Your goal
Going down the data below, set down exactly the line with "repository 552e5c7614bfd7e7" and each line after it through the line with "if length >"; no other lines.

Dataset entries
┏━━

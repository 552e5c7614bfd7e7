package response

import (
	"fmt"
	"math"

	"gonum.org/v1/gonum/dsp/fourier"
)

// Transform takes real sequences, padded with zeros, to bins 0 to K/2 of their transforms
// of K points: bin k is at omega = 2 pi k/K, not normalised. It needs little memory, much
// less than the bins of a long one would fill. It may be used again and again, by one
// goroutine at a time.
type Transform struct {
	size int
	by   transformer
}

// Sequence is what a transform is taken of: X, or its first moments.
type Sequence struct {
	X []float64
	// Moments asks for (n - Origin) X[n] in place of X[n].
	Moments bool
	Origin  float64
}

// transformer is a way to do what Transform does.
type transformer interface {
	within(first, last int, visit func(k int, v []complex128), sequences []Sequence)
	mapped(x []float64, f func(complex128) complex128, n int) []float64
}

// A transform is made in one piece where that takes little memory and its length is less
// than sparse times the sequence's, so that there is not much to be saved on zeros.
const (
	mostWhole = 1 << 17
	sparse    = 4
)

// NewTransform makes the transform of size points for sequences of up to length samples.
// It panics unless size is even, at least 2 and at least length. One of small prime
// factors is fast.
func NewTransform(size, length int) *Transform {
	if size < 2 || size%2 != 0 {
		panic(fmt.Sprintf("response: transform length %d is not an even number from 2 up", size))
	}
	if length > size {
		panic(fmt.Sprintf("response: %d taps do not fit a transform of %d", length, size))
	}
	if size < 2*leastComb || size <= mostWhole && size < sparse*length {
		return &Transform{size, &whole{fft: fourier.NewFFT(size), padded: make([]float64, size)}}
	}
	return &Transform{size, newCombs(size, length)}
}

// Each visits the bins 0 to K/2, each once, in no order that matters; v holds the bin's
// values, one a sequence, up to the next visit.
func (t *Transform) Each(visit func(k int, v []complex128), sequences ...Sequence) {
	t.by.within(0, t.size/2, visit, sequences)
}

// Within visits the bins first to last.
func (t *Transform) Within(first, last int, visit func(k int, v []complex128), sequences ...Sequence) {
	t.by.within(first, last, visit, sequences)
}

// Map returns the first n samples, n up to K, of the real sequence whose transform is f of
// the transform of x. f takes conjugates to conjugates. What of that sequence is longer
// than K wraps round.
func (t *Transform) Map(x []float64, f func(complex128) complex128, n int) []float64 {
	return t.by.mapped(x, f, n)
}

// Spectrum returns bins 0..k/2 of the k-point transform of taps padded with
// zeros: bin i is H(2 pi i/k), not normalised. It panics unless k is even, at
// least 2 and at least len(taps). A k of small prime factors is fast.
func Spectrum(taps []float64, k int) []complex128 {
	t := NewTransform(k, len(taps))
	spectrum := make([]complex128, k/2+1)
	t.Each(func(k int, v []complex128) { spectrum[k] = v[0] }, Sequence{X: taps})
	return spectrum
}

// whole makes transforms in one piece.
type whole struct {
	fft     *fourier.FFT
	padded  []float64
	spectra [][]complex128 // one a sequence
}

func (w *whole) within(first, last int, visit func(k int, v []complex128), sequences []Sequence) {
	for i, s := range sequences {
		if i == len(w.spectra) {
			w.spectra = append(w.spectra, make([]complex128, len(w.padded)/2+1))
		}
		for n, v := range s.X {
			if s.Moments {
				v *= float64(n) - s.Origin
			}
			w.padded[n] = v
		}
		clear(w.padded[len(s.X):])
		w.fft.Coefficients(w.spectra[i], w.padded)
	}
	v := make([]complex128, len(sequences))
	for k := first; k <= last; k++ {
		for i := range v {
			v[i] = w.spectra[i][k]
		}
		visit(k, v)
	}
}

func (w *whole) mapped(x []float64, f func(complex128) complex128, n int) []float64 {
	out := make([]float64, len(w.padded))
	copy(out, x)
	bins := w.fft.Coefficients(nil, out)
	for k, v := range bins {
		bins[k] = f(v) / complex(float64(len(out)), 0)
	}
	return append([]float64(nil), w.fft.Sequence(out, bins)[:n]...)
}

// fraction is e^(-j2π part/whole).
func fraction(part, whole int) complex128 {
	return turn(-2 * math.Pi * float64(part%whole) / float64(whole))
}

┗━━
┏━━

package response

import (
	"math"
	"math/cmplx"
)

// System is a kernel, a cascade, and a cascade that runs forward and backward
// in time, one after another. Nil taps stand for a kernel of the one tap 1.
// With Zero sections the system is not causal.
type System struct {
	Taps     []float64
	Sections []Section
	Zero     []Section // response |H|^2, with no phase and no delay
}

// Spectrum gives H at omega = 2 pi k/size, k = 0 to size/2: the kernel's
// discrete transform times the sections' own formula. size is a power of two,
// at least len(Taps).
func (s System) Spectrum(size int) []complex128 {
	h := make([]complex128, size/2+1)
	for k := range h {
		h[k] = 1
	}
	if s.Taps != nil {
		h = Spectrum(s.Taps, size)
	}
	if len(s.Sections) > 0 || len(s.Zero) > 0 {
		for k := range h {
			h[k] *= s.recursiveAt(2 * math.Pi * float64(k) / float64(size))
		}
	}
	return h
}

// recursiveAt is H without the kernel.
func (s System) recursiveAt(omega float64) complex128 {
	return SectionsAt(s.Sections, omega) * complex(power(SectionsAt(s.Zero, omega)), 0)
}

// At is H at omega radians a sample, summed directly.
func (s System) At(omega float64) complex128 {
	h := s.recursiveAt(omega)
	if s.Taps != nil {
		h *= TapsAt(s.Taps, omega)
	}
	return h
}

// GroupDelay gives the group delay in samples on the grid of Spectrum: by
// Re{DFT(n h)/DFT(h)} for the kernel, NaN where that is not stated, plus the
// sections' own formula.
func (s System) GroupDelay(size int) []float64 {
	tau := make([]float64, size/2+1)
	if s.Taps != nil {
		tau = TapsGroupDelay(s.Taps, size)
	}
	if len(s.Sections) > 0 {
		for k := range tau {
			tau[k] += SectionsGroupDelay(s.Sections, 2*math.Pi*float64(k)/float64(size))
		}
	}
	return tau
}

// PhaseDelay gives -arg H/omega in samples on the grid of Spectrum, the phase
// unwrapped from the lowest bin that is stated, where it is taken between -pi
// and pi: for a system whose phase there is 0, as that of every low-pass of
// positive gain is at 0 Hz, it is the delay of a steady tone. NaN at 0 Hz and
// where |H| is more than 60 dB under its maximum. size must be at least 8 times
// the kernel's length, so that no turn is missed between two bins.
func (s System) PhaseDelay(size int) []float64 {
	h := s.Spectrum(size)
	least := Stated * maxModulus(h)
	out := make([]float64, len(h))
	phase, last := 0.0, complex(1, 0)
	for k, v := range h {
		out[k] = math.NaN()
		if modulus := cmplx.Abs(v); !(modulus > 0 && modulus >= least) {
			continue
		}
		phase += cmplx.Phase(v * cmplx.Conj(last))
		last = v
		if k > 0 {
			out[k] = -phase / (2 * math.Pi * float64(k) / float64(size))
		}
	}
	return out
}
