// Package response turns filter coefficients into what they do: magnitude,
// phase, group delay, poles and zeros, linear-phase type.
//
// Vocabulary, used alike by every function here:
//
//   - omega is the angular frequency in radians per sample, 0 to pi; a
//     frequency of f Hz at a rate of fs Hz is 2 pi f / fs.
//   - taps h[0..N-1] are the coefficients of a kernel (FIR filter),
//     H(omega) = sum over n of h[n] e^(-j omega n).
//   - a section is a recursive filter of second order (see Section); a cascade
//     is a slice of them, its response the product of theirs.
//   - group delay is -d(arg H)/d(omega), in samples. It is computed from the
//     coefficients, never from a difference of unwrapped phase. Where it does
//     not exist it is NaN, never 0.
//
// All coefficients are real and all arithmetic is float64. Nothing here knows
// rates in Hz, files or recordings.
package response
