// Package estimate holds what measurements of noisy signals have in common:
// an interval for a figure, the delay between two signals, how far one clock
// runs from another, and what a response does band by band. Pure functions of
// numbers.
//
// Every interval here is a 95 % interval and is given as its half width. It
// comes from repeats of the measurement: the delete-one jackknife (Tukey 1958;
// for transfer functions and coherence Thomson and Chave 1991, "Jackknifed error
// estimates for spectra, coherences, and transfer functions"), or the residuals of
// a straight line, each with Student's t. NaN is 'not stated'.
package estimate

┗━━
┏━━

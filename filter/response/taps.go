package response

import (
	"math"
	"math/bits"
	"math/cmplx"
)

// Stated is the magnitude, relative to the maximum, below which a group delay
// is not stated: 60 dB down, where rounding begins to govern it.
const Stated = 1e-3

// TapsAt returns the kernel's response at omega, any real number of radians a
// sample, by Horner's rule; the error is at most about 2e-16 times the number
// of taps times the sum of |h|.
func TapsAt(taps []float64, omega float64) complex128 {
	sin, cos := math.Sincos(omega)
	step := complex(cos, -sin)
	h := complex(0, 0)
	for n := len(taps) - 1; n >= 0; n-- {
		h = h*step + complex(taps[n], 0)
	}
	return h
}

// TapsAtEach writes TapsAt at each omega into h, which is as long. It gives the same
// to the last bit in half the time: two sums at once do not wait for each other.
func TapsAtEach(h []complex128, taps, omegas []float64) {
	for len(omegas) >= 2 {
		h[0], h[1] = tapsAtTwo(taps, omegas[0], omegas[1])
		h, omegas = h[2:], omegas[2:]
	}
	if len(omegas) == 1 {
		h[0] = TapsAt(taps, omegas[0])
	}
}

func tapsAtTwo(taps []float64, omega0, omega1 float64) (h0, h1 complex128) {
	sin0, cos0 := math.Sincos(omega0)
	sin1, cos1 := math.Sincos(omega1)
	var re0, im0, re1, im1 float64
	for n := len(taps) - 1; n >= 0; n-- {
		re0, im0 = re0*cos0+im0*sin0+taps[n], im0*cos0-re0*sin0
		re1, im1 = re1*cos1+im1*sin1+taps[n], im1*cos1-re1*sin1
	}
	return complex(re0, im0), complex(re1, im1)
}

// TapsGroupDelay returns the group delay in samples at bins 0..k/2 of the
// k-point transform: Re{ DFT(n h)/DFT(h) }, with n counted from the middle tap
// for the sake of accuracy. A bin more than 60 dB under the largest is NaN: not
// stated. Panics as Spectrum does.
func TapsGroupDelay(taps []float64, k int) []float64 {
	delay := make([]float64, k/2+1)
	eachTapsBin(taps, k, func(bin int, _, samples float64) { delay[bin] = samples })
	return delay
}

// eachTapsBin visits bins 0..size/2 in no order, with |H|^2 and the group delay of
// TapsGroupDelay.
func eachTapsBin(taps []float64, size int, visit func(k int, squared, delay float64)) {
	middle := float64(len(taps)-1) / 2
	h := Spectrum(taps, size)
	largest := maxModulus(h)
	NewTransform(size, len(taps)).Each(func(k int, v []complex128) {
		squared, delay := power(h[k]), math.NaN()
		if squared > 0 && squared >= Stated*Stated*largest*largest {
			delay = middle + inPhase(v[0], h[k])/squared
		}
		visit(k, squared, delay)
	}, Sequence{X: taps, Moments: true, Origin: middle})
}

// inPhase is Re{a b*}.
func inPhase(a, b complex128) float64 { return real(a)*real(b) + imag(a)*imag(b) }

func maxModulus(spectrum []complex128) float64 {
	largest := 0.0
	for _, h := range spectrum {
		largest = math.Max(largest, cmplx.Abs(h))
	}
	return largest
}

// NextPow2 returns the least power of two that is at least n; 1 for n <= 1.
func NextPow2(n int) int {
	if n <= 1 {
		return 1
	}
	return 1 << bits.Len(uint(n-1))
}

┗━━

Written reply
repository 552e5c7614bfd7e7
package response

import (
	"fmt"
	"math"

	"gonum.org/v1/gonum/dsp/fourier"
)

// Transform takes real sequences, padded with zeros, to bins 0 to K/2 of their transforms
// of K points: bin k is at omega = 2 pi k/K, not normalised. It needs little memory, much
// less than the bins of a long one would fill. It may be used again and again, by one
// goroutine at a time.
type Transform struct {
	size int
	by   transformer
}

// Sequence is what a transform is taken of: X, or its first moments.
type Sequence struct {
	X []float64
	// Moments asks for (n - Origin) X[n] in place of X[n].
	Moments bool
	Origin  float64
}

// transformer is a way to do what Transform does.
type transformer interface {
	within(first, last int, visit func(k int, v []complex128), sequences []Sequence)
	mapped(x []float64, f func(complex128) complex128, n int) []float64
}

// A transform is made in one piece where that takes little memory and its length is less
// than sparse times the sequence's, so that there is not much to be saved on zeros.
const (
	mostWhole = 1 << 17
	sparse    = 4
)

// NewTransform makes the transform of size points for sequences of up to length samples.
// It panics unless size is even, at least 2 and at least length. One of small prime
// factors is fast.
func NewTransform(size, length int) *Transform {
	if size < 2 || size%2 != 0 {
		panic(fmt.Sprintf("response: transform length %d is not an even number from 2 up", size))
	}
	if length > size {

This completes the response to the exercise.